The tanker, carrying more than 50 tonnes of the chemical, rolled on the highway about 30 kilometres south of Charleville just before 10:00pm (AEST) on Friday.

Firefighters were trying to extinguish the blaze when the truck exploded, injuring eight people, including four firefighters, a police officer, two passers-by and the truck driver. Authorities said the two passers-by dragged the truck driver out of the vehicle.

The scene is likened to literally a bomb blast - it has caused catastrophic damage to the roadway and the highway.

The driver was airlifted to a Brisbane hospital in a serious condition. The Queensland Fire and Rescue Service (QFRS) said two firefighters were still in Toowoomba Hospital and were considered "walking wounded". The two other firefighters taken to Charleville Hospital had since been released.

An exclusion zone is in place around the scene, and police are encouraging drivers to avoid the area.

Assistant Fire Commissioner for the south-west region Tom Dawson said the Mitchell Highway had been blocked to traffic since Friday night.

"We've had a primary and a secondary explosion out there - it's quite a devastating scene," he said.

"The infrastructure damage to that road is significant."

He said injuries varied depending on the proximity to the "epicentre of the blast zones". "There's a lot of bruising, cutting, very minor burns from flying pieces of debris, and certainly a lot of internal bruising, which is what the medical people are looking at," he said. The fact that no-one was killed in the blast went "beyond luck", he said. "They tell me from Charleville that on a clear night that sometimes you can see heaven, so I reckon someone's been looking down on them," he said. "But certainly to have eight people in a major explosion like that alive today - and we'll eventually talk to all of them - that is a very good miracle."

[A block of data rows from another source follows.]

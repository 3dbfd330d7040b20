//! The definitions of strength 2 and of a difference scheme, counted word for word.

use std::collections::HashMap;

use super::Scheme;
use crate::array::Array;

/// Whether in every two columns every combination of levels occurs equally often (one column:
/// every level).
pub(crate) fn has_strength_two(array: &Array) -> bool {
    let uniform = |keys: Vec<(u16, u16)>, combinations: usize| {
        let mut count: HashMap<(u16, u16), usize> = HashMap::new();
        for key in keys {
            *count.entry(key).or_default() += 1;
        }
        count.len() == combinations && count.values().all(|&n| n * combinations == array.runs())
    };
    let levels = |j: usize| usize::from(array.levels()[j]);
    if array.factors() == 1 {
        return uniform(array.column(0).iter().map(|&a| (a, 0)).collect(), levels(0));
    }
    (0..array.factors()).all(|j| {
        (0..j).all(|k| {
            let keys = array.column(j).iter().copied().zip(array.column(k).iter().copied());
            uniform(keys.collect(), levels(j) * levels(k))
        })
    })
}

/// Whether for every two columns and every group element the number of rows with that difference
/// is r/s.
pub(crate) fn is_scheme(d: &Scheme) -> bool {
    (0..d.columns()).all(|j| {
        (0..j).all(|k| {
            (0..d.order()).all(|value| {
                let hits =
                    (0..d.rows()).filter(|&i| d.group().add(value, d.entry(i, k)) == d.entry(i, j)).count();
                hits * usize::from(d.order()) == d.rows()
            })
        })
    })
}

Truck 'disintegrated' in blast; firefighting trucks destroyed

The blast was so powerful, police officers had not yet been able to find any "specific" remnants of the truck, a spokesman said.

"When we were extricating in an emergency situation we could not locate any specific wreckage of the vehicle," Senior Sergeant Adrian Rieck said. "This could be for a couple of reasons - one we were unable to conduct an appropriate assessment based on the amount of smoke and the ammonium nitrate and risk of further injury; we had to evacuate as soon as we could.

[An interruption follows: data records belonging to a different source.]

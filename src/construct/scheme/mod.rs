//! Difference schemes D(r, c, s): r × c arrays over an abelian group of order s in which the
//! difference of any two columns takes every group value r/s times.
//!
//! A scheme becomes an array by [`developed`] (OA(rs, s^c, 2)) or [`developed_with_rows`]
//! (OA(rs, s^c · r, 2)), and with other arrays by the generalised Kronecker sum. When to prefer
//! which for a wanted (r, s):
//!
//! | r | c | use |
//! | --- | --- | --- |
//! | p^a, s = p^b, a ≥ b | r | [`field_table`]: linear, so the developed array is linear as well |
//! | 2s, s a prime power | r | [`masuyama`] (s even: the field table) |
//! | 4s, s even or an odd prime power from 5 to 31 | r | [`dawson_de_launey`] |
//! | ks, s an odd prime power | r | [`quadratic_forms`] with k × k forms that somebody found |
//! | a Hadamard order, s = 2 | r | [`from_hadamard`] |
//! | r1·r2, both over the group | c1·c2 | [`kronecker_sum`], also with [`zero_column`] (c2 = 1) for every multiple of r1 |
//! | a scheme over a group of which s is a quotient | c | [`image`] |
//! | r1·r2, s = s1·s2 | min(c1, c2) | [`direct_sum`], the only one here for an s that is no prime power |
//! | anything else | c | [`from_starter`] with columns that somebody found |
//!
//! No column number exceeds r (Jungnickel 1979), so the first five cannot be beaten; among the
//! rest take the one with the most columns. The data for the last are arguments; those known to
//! the project lie in the folder `catalog/`.
//!
//! **Columns not reached** (after the stroke the best known of the literature, from memory; each tried
//! with `hunt::SchemeHunt` under 3 to 20 symmetries, at most 30 s each): s = 3: r = 30 has 15/30;
//! s = 4: r = 24 has 12/20; index 1: r = s = 21 has 3/6, 24 has 7/8. Above what we had read of:
//! D(21, 21, 3), D(28, 14, 4), D(35, 9, 5). Seberry's D(q(q − 1), q(q − 1), q) is not here as a
//! construction; 6·3, 12·4 and 20·5 come otherwise, 56·8 and 72·9 do not.
//!
//! [`bose_bush`] is the array OA(λs², s^{λs+1}, 2) that a square scheme over a field gives at once.

mod bose_bush;
mod dawson_de_launey;
mod developed;
mod difference;
mod direct_sum;
mod field_table;
mod from_hadamard;
mod from_starter;
mod group;
mod image;
mod kronecker_sum;
mod masuyama;
mod quadratic_forms;
mod zero_column;

pub use bose_bush::bose_bush;
pub use dawson_de_launey::dawson_de_launey;
pub use developed::{developed, developed_with_rows};
pub use difference::Scheme;
pub use direct_sum::direct_sum;
pub use field_table::field_table;
pub use from_hadamard::from_hadamard;
pub use from_starter::from_starter;
pub use group::canonical_group;
pub use image::image;
pub use kronecker_sum::kronecker_sum;
pub use masuyama::masuyama;
pub use quadratic_forms::quadratic_forms;
pub use zero_column::zero_column;

#[cfg(test)]
pub(crate) mod by_definition;
#[cfg(test)]
mod tests;
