//! Bose and Bush's arrays of index λ.

use super::{developed_with_rows, field_table};
use crate::algebra::prime_power;
use crate::array::Array;
use crate::construct::ConstructError;

/// The array OA(λs², s^{λs+1}, 2) for powers λ and s of one prime.
///
/// The difference scheme D(λs, λs, s) of a field is developed with its rows, and the λs-level
/// factor, which stands last, is merged to s levels (level modulo s).
///
/// All of these must hold:
/// * s is a prime power, λ is 1 or a power of the same prime,
/// * λs is at most 65,535.
///
/// Guarantee: OA(λs², s^{λs+1}, 2), index λ; saturated for λ = 1 only. For a saturated array of the
/// same number of runs see the Rao–Hamming arrays, which have λs + (λs − 1)/(s − 1) factors when λ
/// is a power of s: this one serves where λ is not.
///
/// # Errors
/// [`ConstructError::Condition`] when λ and s are not as above.
///
/// Cost: λs² (λs + 1) group additions. Reference: Bose & Bush 1952, Annals of Mathematical
/// Statistics 23, 508–524 (arrays of index λ from difference schemes).
///
/// ```
/// use trysquare::construct::scheme::bose_bush;
/// use trysquare::verify::{Demand, Verdict, certify};
/// let a = bose_bush(2, 4)?;
/// assert_eq!((a.runs(), a.mix().to_string().as_str()), (32, "4^9"));
/// let judged = certify(&a, &Demand::strength(2))?;
/// assert_eq!(judged.verdict, Verdict::Orthogonal);
/// # Ok::<(), Box<dyn std::error::Error>>(())
/// ```
pub fn bose_bush(lambda: u16, s: u16) -> Result<Array, ConstructError> {
    let parameters = prime_power(u32::from(s)).and_then(|(p, b)| {
        let rows = lambda.checked_mul(s)?;
        let (base, a) = prime_power(u32::from(rows))?;
        (base == p).then_some((u16::try_from(p).ok()?, a, b))
    });
    let Some((p, a, b)) = parameters else {
        let needs =
            format!("lambda and s are powers of one prime with lambda s at most 65535, not {lambda} and {s}");
        return Err(ConstructError::condition("Bose-Bush", needs));
    };
    let wide = developed_with_rows(&field_table(p, a, b)?)?;
    let last = wide.factors() - 1;
    Ok(Array::from_fn(wide.runs(), vec![s; wide.factors()], |run, j| {
        let level = wide.get(run, j);
        if j == last { level % s } else { level }
    })?)
}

"The second issue for that is the fact that due to the type of explosion that the vehicle has disintegrated."

Senior Sergeant Rieck said he felt the explosion at his home in Charleville.

"The scene is likened to literally a bomb blast - it has caused catastrophic damage to the roadway and the highway," he said.

No concerns over road transport of chemicals: fire chief

Assistant Commissioner Dawson dismissed concerns that such a volatile material was being carried in trucks.

"Not so much a worry; this product - and trucks like this very same truck - travel these roads every day," he said.

"Every day they're out there and they don't go bang.

"Something's happened to bring this truck in a situation, which has possibly mixed the product on the back of the truck - maybe with the diesel fuel, the impact of the initial when it goes off the road - so those circumstances have had more of a connection to the end result.

"You'd be surprised - there's a lot of these trucks - they do it very safely and very effectively."